Found my 20" upper for 499 shipped! Just waiting on arrival


----------



## fireline

TomC said:


> Found my 20" upper for 499 shipped! Just waiting on arrival


keep us posted on how it shoots and what scope you use.


----------



## supercanoe

Is it a Bushmaster? Not many companies offer a .450 upper. I wish that more companies would offer a .450 upper, and maybe prices would come down.


----------



## TomC

Yeah its the Bushmaster ive seen prices from 525 up to 750 on it. Per conversation with bushmaster, they have them in stock at their plant, and they are willing to allocate some to Law enforcement prices if you know anyone that can get you the hook up. Most shops and distributors list it as out of stock even thought bushmaster has them in stock, so not sure what all is going on. Vances in Columbus is where I got mine at the L.E. price! I was reading a lot on the scopes and it seems that a lot of guys used the Nikon Omega shotgun scope because its et up with the ballistics of a shotgun which almost match the 450


----------



## fireline

Was reading the reviews on Cabelas, sounds very impressive.http://www.cabelas.com/product/BUSHMASTER-UPPER-COMPLETE/576864.uts


----------



## redfish1

I love my 450 bushmaster and my granddaughter loves it too she shot a nice 9 pt with it in the mi youth hunt !!!!


----------



## TomC

I will say that the ammo is not the easiest to find. Rural King-nope, gander mountain-nope, Cabelas-Wilmington pike- 3 boxes hornady black, 29.99, don't know bout bass pro yet or the local gun shops. Ill post what prices I can find


----------



## TomC

ok for the prices well they seem to be all over the place. a lot of places don't carry or have it in stock but here's what I found starting with the cheapest.

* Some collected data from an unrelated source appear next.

"""Static descriptions an env hands to an agent: what a robot builder would know.

An agent may read an env's :class:`ArmDescription` (URDF, limits, camera, noise settings,
rates) and its observations, never the simulator's state. Every field is fixed for the
life of the env (targets and true states travel in observations and ``info``).
"""

from __future__ import annotations

from dataclasses import dataclass, field
from typing import Any

import numpy as np

__all__ = [
    "CameraDescription",
    "ArmDescription",
    "pinhole_projection",
    "compiled_pinhole_projection",
]

_COMPILED: dict[str, Any] = {}


@dataclass(frozen=True)
class CameraDescription:
    """A fixed pinhole camera (OpenCV convention: x right, y down, z along the optical axis).

    Attributes
    ----------
    width_px, height_px : int
        Image size in pixels.
    fx_px, fy_px, cx_px, cy_px : float
        Intrinsics in pixels (focal lengths and principal point).
    base_from_camera : numpy.ndarray
        4x4 homogeneous pose of the camera frame in the robot's base frame.
    rate_hz : float
        Frame rate; frames arrive every ``round(control_hz / rate_hz)`` control steps.
    pixel_noise_px : float
        Standard deviation of the Gaussian pixel noise, per axis.
    """

    width_px: int
    height_px: int
    fx_px: float
    fy_px: float
    cx_px: float
    cy_px: float
    base_from_camera: np.ndarray
    rate_hz: float
    pixel_noise_px: float

    def project(self, point_base: np.ndarray) -> np.ndarray:
        """Pixel coordinates ``(u, v)`` of a point given in the base frame."""
        return self.project_with_jacobian(point_base)[0]

    def project_with_jacobian(self, point_base: np.ndarray) -> tuple[np.ndarray, np.ndarray]:
        """Pixel ``(u, v)`` of a base-frame point and ``d(u, v)/d(point)``, shape (2, 3)."""
        return compiled_pinhole_projection()(
            self.base_from_camera,
            self.fx_px,
            self.fy_px,
            self.cx_px,
            self.cy_px,
            np.asarray(point_base, dtype=float),
        )

    def project_jacobian(self, point_base: np.ndarray) -> np.ndarray:
        """Jacobian ``d(u, v) / d(point_base)``, shape (2, 3), of :meth:`project`."""
        return self.project_with_jacobian(point_base)[1]


def pinhole_projection(
    base_from_camera: np.ndarray,
    fx: float,
    fy: float,
    cx: float,
    cy: float,
    point: np.ndarray,
) -> tuple[np.ndarray, np.ndarray]:
    """Pinhole projection of a base-frame point and its Jacobian (pure; numba-compilable).

    With the camera pose ``(R, t)`` (``base_from_camera``), the point in the camera frame is
    ``p_c = R' (x - t)`` and its pixel ``u = fx x_c / z_c + cx``, ``v = fy y_c / z_c + cy``
    (Hartley & Zisserman 2004, *Multiple View Geometry*, 2nd ed., eq. 6.1 and sec. 6.1); the
    Jacobian is ``d(u, v)/dx = [[fx / z_c, 0, -fx x_c / z_c^2], [0, fy / z_c, -fy y_c / z_c^2]]
    R'``. Written with scalars only so that numba compiles it: the camera sensor and the
    agent (its kernel and its numpy step) all call :func:`compiled_pinhole_projection`.

    Returns
    -------
    pixel : numpy.ndarray
        ``(u, v)``, shape (2,).
    jacobian : numpy.ndarray
        ``d(u, v) / d(point)``, shape (2, 3).
    """
    T = base_from_camera
    d0 = point[0] - T[0, 3]
    d1 = point[1] - T[1, 3]
    d2 = point[2] - T[2, 3]
    x = T[0, 0] * d0 + T[1, 0] * d1 + T[2, 0] * d2
    y = T[0, 1] * d0 + T[1, 1] * d1 + T[2, 1] * d2
    z = T[0, 2] * d0 + T[1, 2] * d1 + T[2, 2] * d2
    pixel = np.empty(2)
    pixel[0] = fx * x / z + cx
    pixel[1] = fy * y / z + cy
    iz = 1.0 / z
    a = fx * iz  # d u / d x_c
    b = -fx * x * iz * iz  # d u / d z_c
    c = fy * iz  # d v / d y_c
    d = -fy * y * iz * iz  # d v / d z_c
    jacobian = np.empty((2, 3))
    for col in range(3):
        jacobian[0, col] = a * T[col, 0] + b * T[col, 2]
        jacobian[1, col] = c * T[col, 1] + d * T[col, 2]
    return pixel, jacobian


def compiled_pinhole_projection() -> Any:
    """:func:`pinhole_projection` compiled by numba (on first use; cached on disk).

    One compiled function for the camera sensor and the agent: about 1 us a call from
    Python, and callable from other compiled code. numba is imported only here, so an env
    without a camera never loads it.
    """
    if "pinhole" not in _COMPILED:
        from numba import njit

        _COMPILED["pinhole"] = njit(cache=True)(pinhole_projection)
    return _COMPILED["pinhole"]


@dataclass(frozen=True)
class ArmDescription:
    """What an agent may know of an arm env, fixed for the env's life.

    Attributes
    ----------
    urdf_path : str
        Absolute path of the URDF the simulation loaded.
    end_effector : str
        URDF link name of the tool tip.
    joint_names : tuple of str
        Controlled (movable, non-fixed) joints, in action and observation order.
    lower_rad, upper_rad : numpy.ndarray
        Joint position limits in force (soft limits where the URDF gives them).
    velocity_limit_rad_s, torque_limit_n_m : numpy.ndarray
        Command limits in force (the action-space bounds in the matching control mode).
    control : str
        ``"velocity"`` (action = joint velocity, rad/s) or ``"torque"`` (action = N m).
    control_hz : float
        Control (and encoder) rate.
    encoder_angle_noise_rad, encoder_velocity_noise_rad_s : float
        Standard deviations of the encoder noise.
    camera : CameraDescription or None
        The fixed camera, or None when the env has none.
    gravity_m_s2 : numpy.ndarray
        Gravity in the base frame.
    episode_s, tolerance_m : float
        Episode length and success tolerance of the task.
    """

    urdf_path: str
    end_effector: str
    joint_names: tuple[str, ...]
    lower_rad: np.ndarray
    upper_rad: np.ndarray
    velocity_limit_rad_s: np.ndarray
    torque_limit_n_m: np.ndarray
    control: str
    control_hz: float
    encoder_angle_noise_rad: float
    encoder_velocity_noise_rad_s: float
    camera: CameraDescription | None
    gravity_m_s2: np.ndarray = field(default_factory=lambda: np.array([0.0, 0.0, -9.81]))
    episode_s: float = 4.0
    tolerance_m: float = 0.01

    @property
    def n_joints(self) -> int:
        return len(self.joint_names)

    @property
    def control_dt(self) -> float:
        return 1.0 / self.control_hz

Buds Guns was the cheapest at 23.96 a box for hornady black
NFA Firearms-25.00 a box, does not stock but will order at that price
Surplus ammo and Palmetto state armory -$25.99 hornady black
cheaper than dirt-$27.99
Sportsmans Guide-29.19- Free shipping and no tax
Lucky gunner $29.95

Olde English Outfitters- $35-36.99 Hornady Black9 no in stock but coming in and projected price
Vandalia Range and Armory/Vances- No answer- multiple calls made
Point blank and Vandalia range and armory-nope don't stock it


----------



## fireline

not sure how much ammo you are looking for, hhttp://www.gunbroker.com/Ammunition/BI.aspx?Keywords=450+bushmasterave . I have bought ammo on here before,


----------



## TomC

I did some research and im going with the Nikon Inline XR 3-9-40 scope. With Nikons spot on ballistics calculator I was able to get this info shooting the 250gr hornady ftx

with 100yrd zero on 9x magnification the bdc puts the rounds almost dead on up to 350
with 150yrd zero on 7x magnification it puts it almost dead on as well.

I figure on the ammo, for getting it at 25 bucks out the door, NFA firearms is going to be my go to for it. I was surprise on the variety of prices on it, but very surprised that Olde English was the most expensive at 35/36 a box!


----------



## TXflatsfishin

inline xr was made for a muzzle loader not sure if that matters or not.


----------